= Dorus (son of Hellen) =

Son of Hellen, eponym of the Dorians in Greek mythology

In Greek mythology, Dorus (Δῶρος) was the eponymous founder of the Dorians.

== Family ==
Each of Hellen's sons founded a primary tribe of Greece: Aeolus the Aeolians, Dorus the Dorians and Xuthus the Achaeans (from Xuthus's son Achaeus) and Ionians (from Xuthus's adopted son Ion, in truth a son of the god Apollo), aside from his sister Pandora's sons with Zeus. In the account of Hellanicus, Xenopatra was additionally counted as one of the children of Hellen and the oread Orseis (Othreis) and thus, technically the sister of Dorus. Another possible sibling of Dorus was Neonus who was called the son of Hellen and father of Dotus. In one version of the myth, Dorus was said to be born from Hellen and the nymph Phthia (maybe another for Orseis).

According to other writers, Dorus was the son of Protogenia and Zeus, thus probably the brother of Aethlius, Aetolus and Opus. Meanwhile, in the play Ion, he was counted as one of the legitimate sons (the other being Achaeus) of Xuthus and the Athenian princess Creusa, daughter of King Erechtheus. Lastly, in a rare account, Poseidon was said to have fathered Dorus.

Dorus was the father of Tectamus, Aegimius and Iphthime. The latter became the mother of the Satyrs Lycus, Pherespondus and Pronomus by Hermes.

== Mythology ==
In the Bibliotheke, "Dorus received the country over against Peloponnese and called the settlers Dorians after himself." He was said to have founded the small Dorian cities of Erineon, Boion, Kytinion and Pindos. According to Karl Kerenyi, the Dorians recalled that three times Heracles had aided their "oldest king", Aigimios, "under whom they had not yet emigrated to the Peleponnesos." Kerenyi's source is the Bibliotheca (II.7.7), who though he is late, was working with ancient materials lost to us.

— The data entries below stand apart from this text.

@dataclass(frozen=True, slots=True, kw_only=True)
class Linear:
    """What the linear part of the loop as built says without a simulation of integers.

    Parameters
    ----------
    position_noise : float or None
        Rms position from the sensor's noise; None without a noise figure. [m or rad]
    rms_current_a : float
        sqrt(hold^2 + noise^2), an estimate. [A]
    hold_current_a : float
        Largest current that holds start or target. [A]
    stiffness_at_dc : float
        Against a disturbance force; infinite with integral action. [N/m or N m/rad]
    linear_step : float
        Largest step that stays within the output limit, at most the travel. [m or rad]

    Notes
    -----
    H2 norms and the linear step response of the loop as built.
    """

    position_noise: float | None
    rms_current_a: float
    hold_current_a: float
    stiffness_at_dc: float
    linear_step: float


@dataclass(frozen=True, slots=True, kw_only=True)
class Evidence:
    """Everything that a check, an emission or a report draws on.

    Parameters
    ----------
    loop : Loop
        The loop file, "fastest" and "auto" resolved.
    task : Task
        Plant and scales.
    design : Design
        Gains and their faults.
    words : Words or None
        None when there are no usable gains or words.
    controller : WordController or None
        The words that were checked.
    designed, built : LoopFigures or None
        Sampled loop with real gains, and with the words.
    built_loop : ClosedLoop or None
        The loop as built.
    linear : Linear or None
        None when unstable.
    step : CheckedStep or None
        The integers around the continuous plant.
    notes : tuple of str
        Lines worth printing.
    word_faults : tuple of str
        Why there are no words, if there are none.
    deviation : Deviation or None
        Proven distance from the ideal loop; None where it was not asked for or has no proof.
    limit_cycles : LimitCycles or None
        Proven unrest at rest; None likewise.
    bound_fault : str
        Why there is no bound although it was asked for.

    Notes
    -----
    Facts only.
    """

    loop: Loop
    task: Task
    design: Design
    words: Words | None
    controller: WordController | None
    designed: LoopFigures | None
    built: LoopFigures | None
    built_loop: ClosedLoop | None
    linear: Linear | None
    step: CheckedStep | None
    notes: tuple[str, ...]
    word_faults: tuple[str, ...]
    deviation: Deviation | None = None
    limit_cycles: LimitCycles | None = None
    bound_fault: str = "it was not asked for"
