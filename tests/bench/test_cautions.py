"""Voltage reminders: 30 V rms, 42.4 V peak, 60 V dc (IEC 61010-1:2010, normal condition; from memory)."""

import math

import pytest

from workbench.bench.cautions import CAUTIONS, HAZARDOUS_LIVE, secondary_peak_voltage, voltage_cautions


def test_limits_are_those_of_the_standard():
    # IEC 61010-1:2010, normal condition; from memory.
    assert HAZARDOUS_LIVE == (30.0, 42.4, 60.0)


def test_many_turns_at_high_frequency_are_named_twice():
    # 2 pi f N A B, 500 turns on 1 cm2 at 1.5 T and 400 Hz: 188.496 V peak, 133.286 V rms.
    peak = secondary_peak_voltage(400.0, 500, 1e-4, 1.5)
    assert peak == pytest.approx(188.496, abs=5e-4)
    assert peak / math.sqrt(2) == pytest.approx(133.286, abs=5e-4)
    sentences = voltage_cautions(peak / math.sqrt(2), peak, "secondary of R1")
    assert len(sentences) == 2
    assert "133 V rms is above 30 V rms" in sentences[0]
    assert "188 V peak is above 42.4 V peak" in sentences[1]
    assert all("no safety assessment" in sentence and "from memory" in sentence for sentence in sentences)


def test_the_worked_ring_is_named_from_its_crossing_on():
    # 50 turns on 40 mm2 at 1 T: 0.63 V at 50 Hz, 42.4 V peak at 3374.08 Hz.
    assert voltage_cautions(0.4443, secondary_peak_voltage(50.0, 50, 40e-6, 1.0), "secondary") == ()
    below = secondary_peak_voltage(3374.07, 50, 40e-6, 1.0)
    above = secondary_peak_voltage(3374.09, 50, 40e-6, 1.0)
    assert voltage_cautions(below / math.sqrt(2), below, "secondary") == ()
    assert len(voltage_cautions(above / math.sqrt(2), above, "secondary")) == 1


def test_direct_voltage_counts_whatever_its_sign():
    assert "61 V dc is above 60 V dc" in voltage_cautions(0.0, 0.0, "primary", dc=-61.0)[0]


@pytest.mark.parametrize(
    "word",
    ["isolating transformer", "fuse", "earth", "Capacitors", "hundreds of volts", "opened", "hot", "attract", "codes"],
)
def test_every_usual_caution_is_there(word):
    assert any(word in sentence for sentence in CAUTIONS)
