"""True scalars scatter about the sheet's by the sheet's own uncertainties."""

import numpy as np
import pytest

from workbench.base.measured import Measured
from workbench.bench.circuit import Channel, Circuit
from workbench.bench.draw import drawn, drawn_circuit, drawn_specimen
from workbench.bench.specimen import Specimen

SHUNT = Channel("shunt", {"resistance": Measured(0.5, 1e-3)}, scale=Measured(10.0, 0.01), delay=Measured(0.0, 1e-8))
RING = Specimen("R1", "any", 100, 50, path_length=Measured(0.1, 1e-4), area=Measured(4e-5), factors={"heat": "1"})


def test_values_scatter_as_the_sheet_says():
    values = [drawn(Measured(5.0, 0.2), np.random.default_rng(seed)).value for seed in range(4000)]
    # The mean of n values scatters by 0.2/sqrt(n), their deviation by 1/sqrt(2 n): four of each.
    assert np.mean(values) == pytest.approx(5.0, abs=4 * 0.2 / np.sqrt(4000))
    assert np.std(values) == pytest.approx(0.2, rel=4 / np.sqrt(8000))


def test_exact_scalars_and_everything_else_stay():
    ring = drawn_specimen(RING, np.random.default_rng(1))
    assert ring.path_length.value != RING.path_length.value
    assert (ring.area.value, ring.primary_turns, ring.factors) == (4e-5, 100, {"heat": "1"})


def test_both_channels_are_drawn_apart():
    circuit = Circuit("main", SHUNT, Channel("winding", {"load": Measured(1e6, 1e3)}, scale=Measured(10.0, 0.01)))
    true = drawn_circuit(circuit, np.random.default_rng(1))
    assert true.field.scale.value != true.induction.scale.value
    assert true.field.delay.value != 0
    assert true.induction.delay.value == 0
    assert true.field.scalars["resistance"].value != 0.5
    assert true.name == "main"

Centuries later, the figure of Dorus was invoked by Diodorus Siculus in the common way to explain the presence in Crete during the historical period of Dorian cities of mixed population:The third people to cross over to the island, we are told, were Dorians, under the leadership of Tectamus the son of Dorus; and the account states that the larger number of these Dorians was gathered from the regions about Olympus, but that a part of them consisted of Achaeans from Laconia, since Dorus had fixed the base of his expedition in the region about Cape Malea. And a fourth people to come to Crete and to become intermixed with the Cretans, we are told, was a heterogeneous collection of barbarians who in the course of time adopted the language of the native Greeks.

An important descendance of aristocratic clans, some of which survived into Classical times, was from Heracles. Diodorus invokes a son of Dorus in accounting for the mythic theme of the "return" of the Heracleidae:
The rest of the Heracleidae, they say, came to Aegimius, the son of Dorus, and demanding back the land which their father had entrusted to him, made their home among the Dorians.

== Interpretation ==
The eponymous figure of "Dorus" is a back-formation: all tribal groups have myths of an "original', whose name is the eponym of the tribe, even tribal eponyms in Genesis. The oldest are essentially eponyms of extended families, who were worshipped in archaic cults into Roman times. A man's name, Dōrieus, occurs in the Linear B tablets at Pylos, one of the regions invaded and subjected by the Dorians. Whether it had the ethnic meaning of "the Dorian" is unknown. Modern derivations of "Dorians" do not depend on a figure of Dorus: see Name of the Dorians.